Note: I am not a lawyer or a creator of a WordPress-extending product that I sell for money. I’m just a nerd with opinions. Sometimes I write them down.
These “four essential freedoms” are described by the Free Software Foundation as:
- The freedom to run the program as you wish, for any purpose.
- The freedom to study how the program works, and change it so it does your computing as you wish.
- The freedom to redistribute copies so you can help others.
- The freedom to distribute copies of your modified versions to others.
These are not shallow freedoms. These are freedoms that put the rights of the user ahead of the developer.
WordPress is distributed with a GPLv2 (or later) license. It is generally understood that plugins created for WordPress and code using WordPress APIs must also be distributed under a GPL compatible license.
Any GPL compatible license establishes these four freedoms for users. Some are less insistent than the GPL about how these freedoms must be passed on in derivative works.
The decision to create and distribute software with a copyleft license comes with an understanding that you are guaranteeing these freedoms for users of that software, whether or not you charge a fee for its original distribution.
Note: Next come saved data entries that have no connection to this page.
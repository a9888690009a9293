import { join } from 'node:path';
import { afterAll, beforeAll } from 'vitest';
import { type App, createApp } from '../../../server/app';
import { connectDatabase, createEventFeed, type Database, listen } from '../../../server/db';
import { createEngine } from '../../../server/jobs';
import type { ProductRole } from '../../../server/policies';
import { startWork } from '../../../server/work';
import { HttpClient } from './http-client';
import { type Listening, listenLocally } from './listening';
import { memoryLog } from './memory-log';
import { createTestDatabase, type TestDatabase } from './test-database';
import { makePerson, makeProduct, type PersonOptions, type TestPerson } from './test-people';

/** The whole application on a database of its own. */
export interface TestApi {
  readonly app: App;
  readonly database: Database;
  readonly testDatabase: TestDatabase;
  readonly address: string;
  /** Lines of the log so far. */
  readonly logLines: readonly string[];
  /** Somebody without a session. */
  readonly anybody: HttpClient;
  person(options?: PersonOptions): Promise<TestPerson>;
  product(createdBy: TestPerson, roles?: readonly (readonly [TestPerson, ProductRole])[]): Promise<string>;
}

export interface UseApiOptions {
  readonly clock?: () => Date;
  readonly works?: boolean;
}

/**
 * Gives a test file the application: built and listening before its first test, gone after its last.
 *
 *     const api = useApi();
 *     it('lists letters', async () => {
 *       const administrator = await api().person({ organisationRole: 'administrator' });
 *       expect((await administrator.get('/api/mail')).status).toBe(200);
 *     });
 *
 * @param clock of the application, for tests of what expires
 * @param works whether somebody works on the queue
 */
export function useApi({ clock, works = false }: UseApiOptions = {}): () => TestApi {
  let api: TestApi | undefined;
  const stopping = new AbortController();
  /** How to end what is running, the last one first. */
  const endings: (() => Promise<void>)[] = [];

  beforeAll(async () => {
    const testDatabase = await createTestDatabase();
    endings.unshift(() => testDatabase.drop());
    const { log, lines } = memoryLog();
    const { url } = testDatabase;
    const database = connectDatabase({ url, log });
    endings.unshift(() => database.close());
    const listener = await listen({ url, channel: 'run_events', log });
    endings.unshift(() => listener.close());
    const engine = createEngine({ threads: 1, log });
    endings.unshift(() => engine.close());
    if (works) {
      const work = await startWork({ database, log, threads: 1 });
      endings.unshift(() => work.stop());
    }
    const app = createApp({
      http: { origin: undefined, trustedProxies: ['loopback'] },
      ...{ database, engine, log },
      events: createEventFeed(database.db, listener),
      version: '0.0.0-test',
      pages: join(import.meta.dirname, 'no-pages'),
      stopping: stopping.signal,
      clock,
    });
    const listening: Listening = await listenLocally(app.express);
    endings.unshift(() => listening.close());
    const { address } = listening;
    api = {
      ...{ app, database, testDatabase, address },
      logLines: lines,
      anybody: new HttpClient(address),
      person: (options) => makePerson(database.db, address, options, clock?.()),
      product: (createdBy, roles) => makeProduct(database.db, createdBy, roles),
    };
  });

  afterAll(async () => {
    stopping.abort();
    for (const end of endings) await end();
  });

  return () => {
    if (api === undefined) throw new Error('the application is not there before the first test');
    return api;
  };
}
It is not illegal, unethical, or piracy for someone to redistribute a copy of software with a copyleft license to others in a modified or unmodified form, for free or for a fee.
It is not illegal, unethical, or piracy for someone to modify a copy of software with a copyleft license so that it runs without an additional authorization check.
These are freedoms explicitly communicated to users by a license chosen by the author.
It is unethical to prevent someone from modifying or redistributing copyleft licensed software. This type of prevention would conflict with the license assigned to it.
That’s the sandbox we’ve chosen to play in. The users always win!
I have an easy time seeing this from the user perspective. I am a big proponent of copyleft and the freedoms it provides. I can also see how it can be discouraging for those who spend loads of time building a business by extending WordPress only to see others redistribute that software for free or for a fee that ends up in someone else’s pocket.
It’s a distraction that’s not worth the focus. You’ve distributed software with freedoms, let those freedoms be.
That said, there are some things that could be done to try and reduce the impact on a business.
A copyleft license coexists with trademark. The GPL includes an option for additional terms in which you can add language to the license that declines “to grant rights under trademark law for use of some trade names, trademarks, or service marks”.
With additional terms like this, someone would need to make reasonable changes to the code to remove the plugin’s original name and branding before redistributing it.
Also—this is all a simplification—derivatives of WordPress code must be distributed with a GPL compatible license. The SFLC left open the possibility that things like images and CSS files could be distributed through an additional license.
You could go above and beyond to apply a restrictive copyright license to some parts of a plugin and a copyleft license to the parts that interact with WordPress. This would make it harder to redistribute without significant work.
And that all said, everything is subject to actual challenges in actual court rooms with actual lawyers that cost actual money. None of this is truly settled.
The best way forward, IMO, is to make and distribute software with a copyleft license, embrace the freedoms that license provides for users, charge for it, and focus on making it better!